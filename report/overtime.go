package report

import (
	"fmt"
	"strings"

	"github.com/riskaudit/riskaudit/monitor"
)

// overTime writes the section on the cohort in date order.
func (r *renderer) overTime() {
	s := r.a.OverTime
	if s == nil {
		return
	}
	r.p("## Performance over time\n\n")
	r.p("The %s patients with a date in column %s, from %s to %s, in date order (patients with the same date in file order).", count(s.Patients), code(s.DateColumn), s.FirstDate, s.LastDate)
	if s.LeftOutMissing+s.LeftOutInvalid > 0 {
		var parts []string
		if s.LeftOutMissing > 0 {
			parts = append(parts, plural(s.LeftOutMissing, "1 row", count(s.LeftOutMissing)+" rows")+" without a date")
		}
		if s.LeftOutInvalid > 0 {
			parts = append(parts, plural(s.LeftOutInvalid, "1 row", count(s.LeftOutInvalid)+" rows")+" whose value is not a date")
		}
		r.p(" Left out of this section, and only of it (the missing-value policy leaves them out; the other sections do not use dates): %s.", strings.Join(parts, " and "))
	}
	r.p("\n\n")
	r.p("**Alarms.**\n\n")
	for _, c := range s.CUSUM {
		r.p("- %s\n", chartSentence(c, s.Patients))
	}
	r.p("- %s\n\n", ewmaSentence(s.EWMA))
	dir := "fewer"
	if s.VLADEnd < 0 {
		dir = "more"
	}
	r.p("Over the whole period there were %s events than the model predicted (cumulative expected − observed: %s; lowest %s, highest %s along the way).\n\n",
		fmt.Sprintf("%.1f %s", abs(s.VLADEnd), dir), num(s.VLADEnd, "%+.1f"), num(s.VLADMin, "%+.1f"), num(s.VLADMax, "%+.1f"))
	what := "month"
	switch s.Period {
	case "quarter":
		what = "quarter"
	case "block":
		what = fmt.Sprintf("block of %s patients in date order", count(s.PeriodSize))
	}
	r.p("### Calibration by %s\n\n", what)
	t := &table{head: []string{"period", "dates", "n", "events", "expected", "O/E (95% CI)", "CITL (95% CI)", "AUC (95% CI)"}}
	for _, q := range s.Periods {
		dates := q.Start
		if q.End != q.Start {
			dates += " to " + q.End
		}
		t.add(q.Label, dates, count(q.N), count(q.Events), num(q.Expected, "%.1f"),
			f3(q.OE)+" ("+Interval(q.OECI, "%.3f", "not estimable")+")",
			f3(q.CITL)+" ("+Interval(q.CITLCI, "%.3f", "not estimable")+")",
			f3(q.AUC)+" ("+Interval(q.AUCCI, "%.3f", "not estimable")+")")
	}
	t.write(r.w)
	r.figure("over_time_periods.svg")
	r.p("### Cumulative expected minus observed events\n\n")
	r.figure("over_time_vlad.svg")
	r.p("### Risk-adjusted CUSUM charts\n\n")
	lt := &table{head: []string{"chart", "odds ratio", "limit h (MC SE)", "in-control ARL (MC SE)", "runs", "signals", "first signal"}}
	for _, c := range s.CUSUM {
		first := "none"
		if c.First.Patient > 0 {
			first = fmt.Sprintf("%s (patient %s)", c.First.Date, count(c.First.Patient))
		}
		l := c.Limit
		lt.add(c.Name, fmt.Sprintf("%g", l.R), fmt.Sprintf("%.2f (%.2f)", l.H, l.HSE),
			fmt.Sprintf("%s (%.0f)", count(int(l.TargetARL)), l.ARLSE), count(l.Runs), count(c.Signals), first)
	}
	lt.write(r.w)
	r.figure("over_time_cusum.svg")
	r.p("### Risk-adjusted EWMA\n\n")
	r.figure("over_time_ewma.svg")
	r.p("A signal is a prompt to look at the patients and the care around that date, not a finding that care or the model changed: with an in-control ARL of %s patients, a calibrated model on this case mix raises a false signal about once in that many patients.\n\n", count(int(s.CUSUM[0].Limit.TargetARL)))
}

func chartSentence(c monitor.ChartSummary, n int) string {
	what := "more events than predicted (odds of the event multiplied by " + fmt.Sprintf("%g", c.Limit.R) + ")"
	if c.Limit.R < 1 {
		what = "fewer events than predicted (odds multiplied by " + fmt.Sprintf("%g", c.Limit.R) + ")"
	}
	if c.First.Patient == 0 {
		return fmt.Sprintf("The %s chart, looking for %s, did not signal in %s patients.", c.Name, what, count(n))
	}
	more := ""
	if c.Signals > 1 {
		more = fmt.Sprintf(", and %s times in all (restarting at zero after each signal)", count(c.Signals))
	}
	return fmt.Sprintf("The %s chart, looking for %s, signalled on %s, after %s patients%s.", c.Name, what, c.First.Date, count(c.First.Patient), more)
}

func ewmaSentence(e monitor.EWMASummary) string {
	var s string
	switch {
	case e.FirstAbove.Patient > 0 && e.FirstBelow.Patient > 0:
		s = fmt.Sprintf("crossed its upper limit (more events than predicted) on %s, after %s patients, and its lower limit on %s, after %s", e.FirstAbove.Date, count(e.FirstAbove.Patient), e.FirstBelow.Date, count(e.FirstBelow.Patient))
	case e.FirstAbove.Patient > 0:
		s = fmt.Sprintf("crossed its upper limit (more events than predicted) on %s, after %s patients", e.FirstAbove.Date, count(e.FirstAbove.Patient))
	case e.FirstBelow.Patient > 0:
		s = fmt.Sprintf("crossed its lower limit (fewer events than predicted) on %s, after %s patients", e.FirstBelow.Date, count(e.FirstBelow.Patient))
	default:
		s = "stayed within its limits"
	}
	return fmt.Sprintf("The EWMA of observed − expected (λ = %g, limits ±%g SD) %s.", e.Lambda, e.Width, s)
}

func (r *renderer) overTimeMethods() []string {
	s := r.a.OverTime
	if s == nil {
		return nil
	}
	l := s.CUSUM[0].Limit
	return []string{
		"Performance over time: patients ordered by date (stable sort). Cumulative expected − observed events, Σ(p − y) (variable life-adjusted display, Lovegrove et al. 1997).",
		fmt.Sprintf("Risk-adjusted Bernoulli CUSUMs (Steiner, Cook, Farewell & Treasure 2000): weights W = y·log R − log(1 − p + R·p), S_t = max(0, S_{t−1} + W_t), restarted at 0 after a signal. The limit h of each chart was chosen by simulation for an in-control ARL of %s patients: %s sequences of patients drawn with replacement from this cohort's predicted risks, outcomes drawn from those risks, each followed for %d × the ARL (seed %d); h is where the mean first passage reaches the target, with its Monte Carlo standard error by the delta method.", count(int(l.TargetARL)), count(l.Runs), l.Horizon, l.Seed),
		fmt.Sprintf("Risk-adjusted EWMA of O − E (Grigg & Spiegelhalter 2007): Z_t = (1 − λ)Z_{t−1} + λ(y_t − p_t), λ = %g, with the exact variance V_t = (1 − λ)²V_{t−1} + λ²p_t(1 − p_t) and limits ±%g·√V_t.", s.EWMA.Lambda, s.EWMA.Width),
	}
}

// count writes n with thousands separated by commas.
func count(n int) string {
	if n < 0 {
		return "-" + count(-n)
	}
	s := fmt.Sprint(n)
	for i := len(s) - 3; i > 0; i -= 3 {
		s = s[:i] + "," + s[i:]
	}
	return s
}

func abs(v float64) float64 {
	if v < 0 {
		return -v
	}
	return v
}

// overTimeLines are the one-screen summary's lines on the charts' first
// alarms (none without a date column).
func overTimeLines(s *monitor.Summary) []string {
	if s == nil {
		return nil
	}
	var parts []string
	for _, c := range s.CUSUM {
		if c.First.Patient == 0 {
			parts = append(parts, c.Name+" chart no signal")
			continue
		}
		parts = append(parts, fmt.Sprintf("%s chart signalled %s, after %s patients (%s)", c.Name, c.First.Date, count(c.First.Patient),
			plural(c.Signals, "1 signal", count(c.Signals)+" signals")))
	}
	if e := s.EWMA; e.FirstAbove.Patient > 0 {
		parts = append(parts, fmt.Sprintf("EWMA crossed its upper limit (more events than predicted) on %s, after %s patients", e.FirstAbove.Date, count(e.FirstAbove.Patient)))
	}
	if e := s.EWMA; e.FirstBelow.Patient > 0 {
		parts = append(parts, fmt.Sprintf("EWMA crossed its lower limit (fewer events than predicted) on %s, after %s patients", e.FirstBelow.Date, count(e.FirstBelow.Patient)))
	}
	return []string{"over time   " + strings.Join(parts, "; ")}
}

_ _ _ _ _ _ _

## Exercise goal
Extract, from the listing above, every line where the string "case" occurs.

## Expected answer
	case "quarter":
	case "block":
	r.p("A signal is a prompt to look at the patients and the care around that date, not a finding that care or the model changed: with an in-control ARL of %s patients, a calibrated model on this case mix raises a false signal about once in that many patients.\n\n", count(int(s.CUSUM[0].Limit.TargetARL)))
	case e.FirstAbove.Patient > 0 && e.FirstBelow.Patient > 0:
	case e.FirstAbove.Patient > 0:
	case e.FirstBelow.Patient > 0:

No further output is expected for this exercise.